Fortunately, publication and commercialisation are not mutually exclusive and, when planned carefully, will be advantageous for both the academic and commercial partner. There is a way to safely continue publishing papers while progressing a project along the development pipeline with a well-considered publication strategy.
What is considered public disclosure and how does it affect commercialisation?
The forms of “public disclosure” can include publications as well as abstracts, posters, and oral presentations at conferences and meetings. This also includes presentations within your own institution.
Any public disclosure of your work by you, or others, may be used by patent examiners as examples of “prior art.” Prior art is any information (art) that may demonstrate that the perceived novelty in potential intellectual property (IP) does not actually exist, as that information was publicly available prior to an application for legal protection of the potential IP.
While public disclosures may vary in their extent, timing and audience, if they are not carefully and strategically planned, they risk the future of a promising potential therapeutic.
What is a publication strategy?
A good project will achieve both publication and commercialisation. When a project starts, a publication strategy should be developed in conjunction with the timeline. With careful planning, publications can add value to commercial deals.
Exploratory biology publications are good as they attract interest to the area. However, it is key to maintain one’s competitive advantage (e.g., by avoiding premature disclosure of a validated target (or means of targeting) to maintain one’s developmental lead time) so that you preserve the possibility of being first to market and still attract investors further down the development pipeline by offering them something of value that they themselves have not yet explored.
Publications around development of the novel therapeutic itself need to be carefully staged.
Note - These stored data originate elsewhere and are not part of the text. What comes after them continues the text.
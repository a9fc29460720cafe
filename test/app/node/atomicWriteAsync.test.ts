/**
 * The async atomic save of app/node/files.ts (the desktop app's main process saves through it):
 * the same steps, backup and messages as the synchronous `atomicWriteFile`.
 * (These checks moved here from test/app/main/atomicWrite.test.ts when the duplicate
 * implementation in app/main was removed.)
 */
import { mkdirSync, mkdtempSync, readdirSync, readFileSync, rmSync, statSync, writeFileSync } from 'node:fs';
import * as fsp from 'node:fs/promises';
import { tmpdir } from 'node:os';
import { join } from 'node:path';
import { afterAll, describe, expect, it } from 'vitest';
import { FileError, atomicWriteFileAsync, backupPath } from '../../../app/node/files.ts';

const work = mkdtempSync(join(tmpdir(), 'waymark-atomic-async-'));
afterAll(() => rmSync(work, { recursive: true, force: true }));
let n = 0;
const dir = () => {
  const d = join(work, `case-${n++}`);
  mkdirSync(d);
  return d;
};
const tmpFiles = (d: string) => readdirSync(d).filter((f) => f.endsWith('.tmp'));

describe('atomicWriteFileAsync', () => {
  it('writes a new file and leaves no temporary file behind', async () => {
    const d = dir();
    const p = join(d, 'a.plan.json');
    await atomicWriteFileAsync(p, 'hello');
    expect(readFileSync(p, 'utf8')).toBe('hello');
    expect(readdirSync(d)).toEqual(['a.plan.json']);
  });

  it('keeps the previous version as a backup', async () => {
    const d = dir();
    const p = join(d, 'a.plan.json');
    writeFileSync(p, 'v1');
    await atomicWriteFileAsync(p, 'v2');
    expect(readFileSync(p, 'utf8')).toBe('v2');
    expect(readFileSync(backupPath(p), 'utf8')).toBe('v1');
    expect(readdirSync(d).sort()).toEqual(['a.plan.json', 'a.plan.json.bak']);
    await atomicWriteFileAsync(p, 'v3');
    expect(readFileSync(backupPath(p), 'utf8')).toBe('v2');
  });

  it('backup: false keeps no backup; progress reaches the total', async () => {
    const d = dir();
    const p = join(d, 'a.txt');
    await atomicWriteFileAsync(p, 'one');
    const seen: number[] = [];
    await atomicWriteFileAsync(p, 'x'.repeat(10), { backup: false, chunkSize: 3, onProgress: (w) => seen.push(w) });
    expect(readdirSync(d)).toEqual(['a.txt']);
    expect(seen).toEqual([3, 6, 9, 10]);
  });

  it('leaves the original intact when a rename fails (disk full)', async () => {
    const d = dir();
    const p = join(d, 'a.plan.json');
    writeFileSync(p, 'original');
    const failing = { ...fsp, rename: async () => Promise.reject(new Error('disk full')) };
    await expect(atomicWriteFileAsync(p, 'new', {}, failing)).rejects.toThrow('disk full');
    expect(readFileSync(p, 'utf8')).toBe('original');
    expect(tmpFiles(d)).toEqual([]);
  });

  it('leaves the original intact when only the final rename fails, and says the file is unchanged', async () => {
    const d = dir();
    const p = join(d, 'a.plan.json');
    writeFileSync(p, 'original');
    let calls = 0;
    const failing = {
      ...fsp,
      rename: async (a: string, b: string) => {
        if (++calls === 2) throw Object.assign(new Error('no space left'), { code: 'ENOSPC' });
        return fsp.rename(a, b);
      },
    };
    await expect(atomicWriteFileAsync(p, 'new', {}, failing as never)).rejects.toThrow(/the disk is full \(ENOSPC\); .*a\.plan\.json is unchanged/);
    expect(readFileSync(p, 'utf8')).toBe('original');
    expect(tmpFiles(d)).toEqual([]);
  });

  it('a target that is a folder, or a folder that does not exist: FileError saying why', async () => {
    const d = dir();
    const p = join(d, 'plan.json');
    mkdirSync(p);
    await expect(atomicWriteFileAsync(p, 'x')).rejects.toThrow(FileError);
    await expect(atomicWriteFileAsync(p, 'x')).rejects.toThrow(/is a folder, not a file/);
    expect(statSync(p).isDirectory()).toBe(true);
    await expect(atomicWriteFileAsync(join(d, 'nope', 'plan.json'), 'x')).rejects.toThrow(/the folder .*nope does not exist \(ENOENT\)/);
    expect(tmpFiles(d)).toEqual([]);
  });

  it('writes UTF-8 text exactly (Δv, °)', async () => {
    const d = dir();
    const p = join(d, 'u.json');
    await atomicWriteFileAsync(p, '{"name":"Δv 3° — ok"}\n');
    expect(readFileSync(p, 'utf8')).toBe('{"name":"Δv 3° — ok"}\n');
  });
});
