describe('session: the open document and its files', () => {
  it('opens on the demo plan, evaluated, with nothing unsaved', async () => {
    const { s, host } = await session();
    const d = s.doc.get();
    expect(d.name).toBe('tessel-to-ochre.plan.json');
    expect(d.dirty).toBe(false);
    expect(d.plan.vehicle.name).toBe('Long Patience');
    const e = s.evaluation.get();
    expect(e.error).toBeNull();
    expect(e.result!.budget.rows.length).toBeGreaterThan(0);
    expect(s.cursor.get().t).toBe(e.result!.t0);
    expect(host.titles.at(-1)).toBe('tessel-to-ochre.plan.json — Waymark');
  });

  it('re-evaluates after every edit, marks it unsaved, and undo takes it back', async () => {
    const { s, host } = await session();
    const before = s.evaluation.get().result!.budget.rows.length;
    s.doc.edit('Add burn', (p) => edits.addEvent(p, 'burn'));
    expect(s.evaluation.get().result!.budget.rows.length).toBe(before + 1);
    expect(s.doc.get().dirty).toBe(true);
    expect(host.titles.at(-1)).toMatch(/^• /);
    await s.command({ command: 'undo' });
    expect(s.evaluation.get().result!.budget.rows.length).toBe(before);
    expect(s.doc.get().dirty).toBe(false);
    await s.command({ command: 'redo' });
    expect(s.evaluation.get().result!.budget.rows.length).toBe(before + 1);
  });

  it('saves, and the saved file reads back to the same plan', async () => {
    const { s, host } = await session();
    s.doc.edit('Edit reserve', (p) => edits.setReserve(p, { percent: 4.5 }));
    expect(await s.save()).toBe(true);
    expect(host.save).toHaveBeenCalledOnce();
    const text = host.files.get('tessel-to-ochre.plan.json')!;
    expect(parsePlanFile(text).plan).toEqual(s.doc.get().plan);
    expect(s.doc.get().dirty).toBe(false);
    expect(await s.saveAs()).toBe(true);
    expect(s.doc.get().file?.path).toBe('/plans/tessel-to-ochre.plan.json');
  });

  it('a bad plan file shows every issue and changes nothing', async () => {
    const { s } = await session();
    const before = s.doc.get();
    const bad = JSON.parse(demoText);
    bad.vehicle.stages[0].isp_s = -5;
    bad.events[0].frame = 'sideways';
    const ok = await s.openText(JSON.stringify(bad), { name: 'bad.plan.json', path: null, handle: null });
    expect(ok).toBe(false);
    const n = s.notices.get().at(-1)!;
    expect(n.kind).toBe('error');
    expect(n.title).toMatch(/bad\.plan\.json was not opened/);
    const paths = n.issues!.map((i) => i.path);
    expect(paths).toContain('vehicle.stages[0].isp_s');
    expect(paths).toContain('events[0].frame');
    expect(s.doc.get().plan).toBe(before.plan);
    expect(s.doc.get().revision).toBe(before.revision);
  });

  it('a bad plan file says its problems in the user’s words: the burn numbered from 1 as on its card, its time as a calendar date', async () => {
    const { s, host } = await session();
    const bad = JSON.parse(demoText);
    bad.events[0].solve.arrive_s = bad.events[0].t_s - 86400;
    bad.vehicle.stages[0].isp_s = -5;
    vi.mocked(host.readSystemBeside).mockResolvedValue(systemText);
    expect(await s.openText(JSON.stringify(bad), { name: 'bad.plan.json', path: '/plans/bad.plan.json', handle: null })).toBe(false);
    const issues = s.notices.get().at(-1)!.issues!;
    const arrive = issues.find((i) => i.path === 'events[0].solve.arrive_s');
    // The system is found beside the plan, so the time reads in its calendar.
    expect(arrive?.words).toMatch(new RegExp(`^Burn 1 '${bad.events[0].name}': arrival must be later than the burn \\(\\d+-\\d{3}T\\d\\d:\\d\\d\\)$`));
    expect(issues.find((i) => i.path === 'vehicle.stages[0].isp_s')?.words).toMatch(new RegExp(`^Stage 1 '${bad.vehicle.stages[0].name}': Isp must be`));
  });

  it('not JSON at all: one issue, nothing changed', async () => {
    const { s } = await session();
    const before = s.doc.get().plan;
    expect(await s.openText('{ nope', { name: 'x.json', path: null, handle: null })).toBe(false);
    expect(s.notices.get().at(-1)!.issues![0].rule).toMatch(/not valid JSON/);
    expect(s.doc.get().plan).toBe(before);
  });

  it('asks for a system file it cannot read beside the plan, saying which and why, and refuses the plan without one', async () => {
    const ask = vi.fn<SessionDeps['ask']>(async () => 'cancel');
    const { s, host } = await session(fakeHost(), ask);
    const other = demoText.replace('../systems/ilmar.system.json', '../systems/elsewhere.system.json');
    expect(await s.openText(other, { name: 'o.plan.json', path: null, handle: null })).toBe(false);
    // Asked first, in words, with no picker behind the user's back; nothing bundled by that name to offer.
    expect(host.openSystem).not.toHaveBeenCalled();
    const q = ask.mock.calls[0][0];
    expect(q.message).toMatch(
      /^o\.plan\.json names the system file "\.\.\/systems\/elsewhere\.system\.json" \(relative to the plan's folder\), and this browser cannot read files beside o\.plan\.json/,
    );
    expect(q.message).toMatch(/Choose the system file 'elsewhere\.system\.json' this plan was made with\./);
    expect(q.choices.map((c) => c.id)).toEqual(['choose', 'cancel']);
    const n = s.notices.get().at(-1)!;
    expect(n.issues![0].path).toBe('system.path');
    expect(n.issues![0].rule).toMatch(/names "\.\.\/systems\/elsewhere\.system\.json", which was not loaded: .*the question was cancelled/);
    ask.mockResolvedValue('choose');
    host.nextSystem = { ref: { name: 'elsewhere.system.json', path: null, handle: null }, text: systemText };
    expect(await s.openText(other, { name: 'o.plan.json', path: null, handle: null })).toBe(true);
    expect(host.openSystem).toHaveBeenCalledOnce();
    expect(s.doc.get().name).toBe('o.plan.json');
  });

  it('asks before discarding unsaved changes; Cancel keeps them', async () => {
    const ask = vi.fn(async () => 'cancel');
    const { s, host } = await session(fakeHost(), ask);
    s.doc.edit('Rename', (p) => edits.setPlanInfo(p, { name: 'Changed' }));
    host.nextOpen = { ref: { name: 'n.plan.json', path: null, handle: null }, text: demoText };
    await s.open();
    expect(ask).toHaveBeenCalledOnce();
    expect(host.openPlan).not.toHaveBeenCalled();
    expect(s.doc.get().plan.name).toBe('Changed');
  });

  it('Discard opens the other plan', async () => {
    const { s, host } = await session(fakeHost(), async () => 'discard');
    vi.mocked(host.readSystemBeside).mockResolvedValue(systemText);
    s.doc.edit('Rename', (p) => edits.setPlanInfo(p, { name: 'Changed' }));
    host.nextOpen = { ref: { name: 'n.plan.json', path: null, handle: null }, text: demoText };
    await s.open();
    expect(s.doc.get().name).toBe('n.plan.json');
    expect(s.doc.get().dirty).toBe(false);
    expect(s.doc.get().canUndo).toBe(false);
  });

  it('autosaves unsaved work and offers it back after a restart', async () => {
    const host = fakeHost();
    const { s } = await session(host);
    s.doc.edit('Rename', (p) => edits.setPlanInfo(p, { name: 'Unsaved work' }));
    await s.autosave();
    expect(host.recovery?.name).toBe('tessel-to-ochre.plan.json');
    // "crash": a new session on the same host
    const { s: s2 } = await session(host);
    const offer = s2.notices.get().find((n) => n.title === 'Unsaved work was found')!;
    expect(offer).toBeTruthy();
    await offer.actions![0].run();
    expect(s2.doc.get().plan.name).toBe('Unsaved work');
    expect(s2.doc.get().dirty).toBe(true);
  });

  it('clears the recovery copy once the work is saved', async () => {
    const host = fakeHost();
    const { s } = await session(host);
    s.doc.edit('Rename', (p) => edits.setPlanInfo(p, { name: 'X' }));
    await s.autosave();
    expect(host.recovery).not.toBeNull();
    await s.save();
    expect(host.recovery).toBeNull();
  });

  it('a plan written by a newer version says so and is not opened', async () => {
    const { s } = await session();
    const before = s.doc.get();
    const newer = JSON.stringify({ ...JSON.parse(demoText), version: 2, some_future_field: {} });
    expect(await s.openText(newer, { name: 'future.plan.json', path: '/plans/future.plan.json', handle: null })).toBe(false);
    const n = s.notices.get().at(-1)!;
    expect(n.title).toBe('future.plan.json was not opened');
    expect(n.issues).toEqual([
      expect.objectContaining({ path: 'version', rule: expect.stringMatching(/is 2, newer than this program reads \(up to 1\); use a newer Waymark/) }),
    ]);
    expect(s.doc.get().plan).toBe(before.plan);
    expect(s.doc.get().file).toBe(before.file);
  });

  it('Save does not overwrite a file a newer version wrote: it offers Save As', async () => {
    const ask = vi.fn(async () => 'save-as');
    const { s, host } = await session(fakeHost(), ask);
    await s.saveAs(); // the document now lives at /plans/tessel-to-ochre.plan.json
    const written = host.files.get('tessel-to-ochre.plan.json');
    vi.mocked(host.save).mockRejectedValueOnce(
      new NewerVersionError(
        'tessel-to-ochre.plan.json',
        'tessel-to-ochre.plan.json was written by a newer version of Waymark (version 2; this one reads up to 1)',
      ),
    );
    vi.mocked(host.saveAs).mockClear();
    s.doc.edit('Edit reserve', (p) => edits.setReserve(p, { percent: 4.5 }));
    expect(await s.save()).toBe(true);
    expect(ask).toHaveBeenCalledWith(
      expect.objectContaining({
        title: 'Written by a newer Waymark',
        message: expect.stringMatching(/tessel-to-ochre\.plan\.json was written by a newer version of Waymark/),
      }),
    );
    expect(host.saveAs).toHaveBeenCalledOnce();
    expect(host.files.get('tessel-to-ochre.plan.json')).not.toBe(written); // the Save As copy (the fake writes by name)
    expect(s.doc.get().dirty).toBe(false);
  });

  it('declining the Save As offer leaves the newer file alone and the edits unsaved', async () => {
    const { s, host } = await session(fakeHost(), async () => 'cancel');
    await s.saveAs();
    vi.mocked(host.save).mockRejectedValueOnce(
      new NewerVersionError('t.plan.json', 't.plan.json was written by a newer version of Waymark (version 3; this one reads up to 1)'),
    );
    vi.mocked(host.saveAs).mockClear();
    s.doc.edit('Edit reserve', (p) => edits.setReserve(p, { percent: 4.5 }));
    expect(await s.save()).toBe(false);
    expect(host.saveAs).not.toHaveBeenCalled();
    expect(s.doc.get().dirty).toBe(true);
    expect(s.notices.get().at(-1)).toMatchObject({ kind: 'warning', title: 't.plan.json was not overwritten' });
  });

  it('New starts a blank plan in the same system', async () => {
    const { s } = await session();
    await s.newPlan();
    const d = s.doc.get();
    expect(d.name).toBe('Untitled plan');
    expect(d.plan.events).toEqual([]);
    expect(d.plan).toEqual(blankPlan(d.system));
    expect(d.issues.filter((i) => i.severity === 'error')).toEqual([]);
  });

  it('exports the report, the burn table, CSV and OEM ephemerides', async () => {
    const { s, host } = await session();
    for (const kind of ['report', 'burns-csv', 'csv', 'oem'] as const) await s.exportAs(kind);
    expect(host.exported.map((x) => x.name)).toEqual([
      'tessel-to-ochre.report.md',
      'tessel-to-ochre.burns.csv',
      'tessel-to-ochre.ephemeris.csv',
      'tessel-to-ochre.oem',
    ]);
    expect(host.exported[0].text).toMatch(/Δv budget/);
    expect(host.exported[3].text).toMatch(/^CCSDS_OEM_VERS\s+=\s+2\.0/);
  });

  it('an edit that would break the plan is refused: the plan, its result and its undo stay; a refusal no field showed is a notice', async () => {
    const { s } = await session();
    const before = s.doc.get();
    const result = s.evaluation.get().result;
    const r = s.doc.edit('Break isp', (p) => edits.updateStage(p, 0, { isp: -1 }));
    expect(r?.issues.map((i) => i.path)).toEqual(['vehicle.stages[0].isp']);
    expect(s.doc.get().plan).toBe(before.plan);
    expect(s.doc.get().canUndo).toBe(false);
    expect(s.evaluation.get()).toMatchObject({ stale: false, error: null });
    expect(s.evaluation.get().result).toBe(result);
    await Promise.resolve();
    expect(s.notices.get().at(-1)).toMatchObject({ kind: 'warning', title: 'Not applied: Break isp' });
    // A refusal the field showed (marked shown before the microtask) makes no notice.
    const count = s.notices.get().length;
    const shown = s.doc.edit('Break reserve', (p) => edits.setReserve(p, { percent: 500 }));
    if (shown) shown.shown = true;
    await Promise.resolve();
    expect(s.notices.get().length).toBe(count);
  });
});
For example, if you are developing a small molecule drug, it is desirable to create more than one chemical series. One series could be developed as a “tool compound” which can be disclosed and published. The other series (or multiple series) would be developed as the potential drug candidate and advanced along the drug discovery pipeline with no external disclosures (see Figure 1).
A similar approach applies to other therapeutics such as antibodies. Antibody sequences we well as their mechanism of action (if unique) should not be disclosed and/or published until an appropriate value inflection point (see Figure 2). This applies to both therapeutic antibodies and ‘tool’ antibodies such as ‘surrogates’.
When to Apply for a Patent
Timing of patent filing is crucial. Only patent when you have something of true value to investors. Filing for a patent too early will reduce the time window for recouping costs and providing a return on investment. As such, in order to attract the large amount of industry investment required to take a candidate drug through clinical trials, sufficient patent life must remain at the end of that process.
To get a patent granted, you need to be able to make novel and non-obvious claims, and a strong patent position is essential to attract investors. Patents with broad unexemplified claims will incur significant costs and time as they will almost definitely be subject to rejections once they reach national phase.
You also need to ensure that no earlier patent (including your own!) will count as prior art against you. Remember that as soon as a patent publishes (18 months after the earliest priority date), everything contained within is public knowledge. Should you decide your invention needs more work your patent will be cited by examiners as prior art against your new claims.
Different Types of Patents
There is no such thing as a novel target. The genomes of most species have been sequenced, and all potential targets are public knowledge. It is the application of the target to a disease process, uncovering its function, and means of therapeutic use which is valuable IP.
If a target has been linked to a novel biology, a ‘methods of use’ patent application could be filed. This will protect the new biological concept, link to disease, and therapeutic mechanism of action. A ‘methods of use’ patent could apply to using existing reagents for a new purpose (e.g., use of existing monoclonal antibody for a companion diagnostic).
Even if there is no linkage of a target to a disease process or novel function, but a new therapeutic (and variants thereof) is being developed, a ‘composition of matter’ patent application should be filed. This protects the novel sequence of your therapeutic antibody or the inventive medicinal chemistry steps to make a therapeutic small molecule and will claim some of the characteristics of the molecule (i.e., potency, cross-reactivity, and/or developability). A composition of matter patent for a final therapeutic is typically filed after a ‘methods of use’ patent and, since it defines and protects your actual drug candidate, is the basis of the drug’s potential value. Thus, protecting this IP and filing it as late as possible is preferred.
How can BioCurate help?
BioCurate is committed to supporting researchers in achieving impact from their research and advancing their career through publications. This commitment, together with extensive knowledge and experience working at the intersection of research and industry, enables the BioCurate team to develop a publication strategy that can result in desired academic and commercial outcomes.